ENTRIES SUPPLIED:
● ● ● ●

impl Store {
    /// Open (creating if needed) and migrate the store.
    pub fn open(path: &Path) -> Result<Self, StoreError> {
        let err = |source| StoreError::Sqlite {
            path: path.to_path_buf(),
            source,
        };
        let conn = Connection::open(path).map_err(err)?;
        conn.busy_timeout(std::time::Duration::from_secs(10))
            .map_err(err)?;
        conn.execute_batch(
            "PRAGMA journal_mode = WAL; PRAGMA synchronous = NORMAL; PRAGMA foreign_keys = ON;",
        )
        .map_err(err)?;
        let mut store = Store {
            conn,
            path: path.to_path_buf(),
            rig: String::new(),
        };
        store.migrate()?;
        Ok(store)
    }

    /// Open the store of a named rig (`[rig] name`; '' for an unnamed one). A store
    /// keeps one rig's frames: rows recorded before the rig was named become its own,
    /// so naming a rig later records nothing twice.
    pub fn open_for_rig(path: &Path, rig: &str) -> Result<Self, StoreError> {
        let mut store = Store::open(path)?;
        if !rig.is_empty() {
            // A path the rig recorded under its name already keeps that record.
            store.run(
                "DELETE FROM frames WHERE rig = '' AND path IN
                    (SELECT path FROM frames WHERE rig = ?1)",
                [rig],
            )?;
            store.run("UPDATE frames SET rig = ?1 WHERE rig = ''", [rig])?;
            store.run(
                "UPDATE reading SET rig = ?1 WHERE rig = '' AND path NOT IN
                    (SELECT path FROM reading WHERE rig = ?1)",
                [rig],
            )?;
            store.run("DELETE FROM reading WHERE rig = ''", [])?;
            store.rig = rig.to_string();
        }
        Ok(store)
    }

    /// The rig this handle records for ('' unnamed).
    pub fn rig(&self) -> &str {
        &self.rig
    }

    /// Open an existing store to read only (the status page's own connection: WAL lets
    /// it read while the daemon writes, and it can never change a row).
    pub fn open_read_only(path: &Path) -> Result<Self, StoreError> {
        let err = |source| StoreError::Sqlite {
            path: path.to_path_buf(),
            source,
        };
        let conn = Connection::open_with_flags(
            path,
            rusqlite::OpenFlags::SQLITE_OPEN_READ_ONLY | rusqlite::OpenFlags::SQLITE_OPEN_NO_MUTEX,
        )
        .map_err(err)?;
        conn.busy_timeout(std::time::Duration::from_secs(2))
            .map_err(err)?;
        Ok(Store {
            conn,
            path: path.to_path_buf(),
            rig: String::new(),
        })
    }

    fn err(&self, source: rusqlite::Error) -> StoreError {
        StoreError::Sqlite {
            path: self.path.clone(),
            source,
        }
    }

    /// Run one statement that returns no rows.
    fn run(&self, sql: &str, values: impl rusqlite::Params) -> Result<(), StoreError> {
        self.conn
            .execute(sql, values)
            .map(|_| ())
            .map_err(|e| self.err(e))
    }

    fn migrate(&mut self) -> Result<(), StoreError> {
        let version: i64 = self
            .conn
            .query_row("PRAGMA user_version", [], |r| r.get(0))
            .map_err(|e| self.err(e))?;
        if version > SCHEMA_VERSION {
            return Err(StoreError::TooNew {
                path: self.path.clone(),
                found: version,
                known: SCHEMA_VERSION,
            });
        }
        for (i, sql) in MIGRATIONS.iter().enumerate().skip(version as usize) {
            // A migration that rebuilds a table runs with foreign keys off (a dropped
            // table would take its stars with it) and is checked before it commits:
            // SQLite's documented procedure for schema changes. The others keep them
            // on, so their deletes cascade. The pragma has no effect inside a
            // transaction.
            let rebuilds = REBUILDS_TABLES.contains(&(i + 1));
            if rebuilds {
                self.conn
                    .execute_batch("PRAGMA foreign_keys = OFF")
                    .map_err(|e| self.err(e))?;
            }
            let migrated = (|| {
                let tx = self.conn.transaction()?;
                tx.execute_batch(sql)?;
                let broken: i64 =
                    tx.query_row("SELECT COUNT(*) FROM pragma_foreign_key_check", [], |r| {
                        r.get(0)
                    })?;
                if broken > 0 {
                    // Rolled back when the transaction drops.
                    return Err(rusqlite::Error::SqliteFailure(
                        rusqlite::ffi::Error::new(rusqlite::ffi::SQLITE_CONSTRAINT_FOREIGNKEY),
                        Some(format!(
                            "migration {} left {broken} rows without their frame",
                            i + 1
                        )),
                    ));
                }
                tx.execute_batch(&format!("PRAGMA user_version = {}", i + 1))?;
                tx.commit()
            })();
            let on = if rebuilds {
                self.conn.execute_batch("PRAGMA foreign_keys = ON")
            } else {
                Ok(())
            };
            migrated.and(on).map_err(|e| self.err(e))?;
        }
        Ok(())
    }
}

● ● ● ●

TASK REQUIREMENTS: Repeat the records exactly, leaving out none of them.

EXPECTED ANSWER:
impl Store {
    /// Open (creating if needed) and migrate the store.
    pub fn open(path: &Path) -> Result<Self, StoreError> {
        let err = |source| StoreError::Sqlite {
            path: path.to_path_buf(),
            source,
        };
        let conn = Connection::open(path).map_err(err)?;
        conn.busy_timeout(std::time::Duration::from_secs(10))
            .map_err(err)?;
        conn.execute_batch(
            "PRAGMA journal_mode = WAL; PRAGMA synchronous = NORMAL; PRAGMA foreign_keys = ON;",
        )
        .map_err(err)?;
        let mut store = Store {
            conn,
            path: path.to_path_buf(),
            rig: String::new(),
        };
        store.migrate()?;
        Ok(store)
    }

    /// Open the store of a named rig (`[rig] name`; '' for an unnamed one). A store
    /// keeps one rig's frames: rows recorded before the rig was named become its own,
    /// so naming a rig later records nothing twice.
    pub fn open_for_rig(path: &Path, rig: &str) -> Result<Self, StoreError> {
        let mut store = Store::open(path)?;
        if !rig.is_empty() {
            // A path the rig recorded under its name already keeps that record.
            store.run(
                "DELETE FROM frames WHERE rig = '' AND path IN
                    (SELECT path FROM frames WHERE rig = ?1)",
                [rig],
            )?;
            store.run("UPDATE frames SET rig = ?1 WHERE rig = ''", [rig])?;
            store.run(
                "UPDATE reading SET rig = ?1 WHERE rig = '' AND path NOT IN
                    (SELECT path FROM reading WHERE rig = ?1)",
                [rig],
            )?;
            store.run("DELETE FROM reading WHERE rig = ''", [])?;
            store.rig = rig.to_string();
        }
        Ok(store)
    }

    /// The rig this handle records for ('' unnamed).
    pub fn rig(&self) -> &str {
        &self.rig
    }

    /// Open an existing store to read only (the status page's own connection: WAL lets
    /// it read while the daemon writes, and it can never change a row).
    pub fn open_read_only(path: &Path) -> Result<Self, StoreError> {
        let err = |source| StoreError::Sqlite {
            path: path.to_path_buf(),
            source,
        };
        let conn = Connection::open_with_flags(
            path,
            rusqlite::OpenFlags::SQLITE_OPEN_READ_ONLY | rusqlite::OpenFlags::SQLITE_OPEN_NO_MUTEX,
        )
        .map_err(err)?;
        conn.busy_timeout(std::time::Duration::from_secs(2))
            .map_err(err)?;
        Ok(Store {
            conn,
            path: path.to_path_buf(),
            rig: String::new(),
        })
    }

    fn err(&self, source: rusqlite::Error) -> StoreError {
        StoreError::Sqlite {
            path: self.path.clone(),
            source,
        }
    }

    /// Run one statement that returns no rows.
    fn run(&self, sql: &str, values: impl rusqlite::Params) -> Result<(), StoreError> {
        self.conn
            .execute(sql, values)
            .map(|_| ())
            .map_err(|e| self.err(e))
    }

    fn migrate(&mut self) -> Result<(), StoreError> {
        let version: i64 = self
            .conn
            .query_row("PRAGMA user_version", [], |r| r.get(0))
            .map_err(|e| self.err(e))?;
        if version > SCHEMA_VERSION {
            return Err(StoreError::TooNew {
                path: self.path.clone(),
                found: version,
                known: SCHEMA_VERSION,
            });
        }
        for (i, sql) in MIGRATIONS.iter().enumerate().skip(version as usize) {
            // A migration that rebuilds a table runs with foreign keys off (a dropped
            // table would take its stars with it) and is checked before it commits:
            // SQLite's documented procedure for schema changes. The others keep them
            // on, so their deletes cascade. The pragma has no effect inside a
            // transaction.
            let rebuilds = REBUILDS_TABLES.contains(&(i + 1));
            if rebuilds {
                self.conn
                    .execute_batch("PRAGMA foreign_keys = OFF")
                    .map_err(|e| self.err(e))?;
            }
            let migrated = (|| {
                let tx = self.conn.transaction()?;
                tx.execute_batch(sql)?;
                let broken: i64 =
                    tx.query_row("SELECT COUNT(*) FROM pragma_foreign_key_check", [], |r| {
                        r.get(0)
                    })?;
                if broken > 0 {
                    // Rolled back when the transaction drops.
                    return Err(rusqlite::Error::SqliteFailure(
                        rusqlite::ffi::Error::new(rusqlite::ffi::SQLITE_CONSTRAINT_FOREIGNKEY),
                        Some(format!(
                            "migration {} left {broken} rows without their frame",
                            i + 1
                        )),
                    ));
                }
                tx.execute_batch(&format!("PRAGMA user_version = {}", i + 1))?;
                tx.commit()
            })();
            let on = if rebuilds {
                self.conn.execute_batch("PRAGMA foreign_keys = ON")
            } else {
                Ok(())
            };
            migrated.and(on).map_err(|e| self.err(e))?;
        }
        Ok(())
    }
}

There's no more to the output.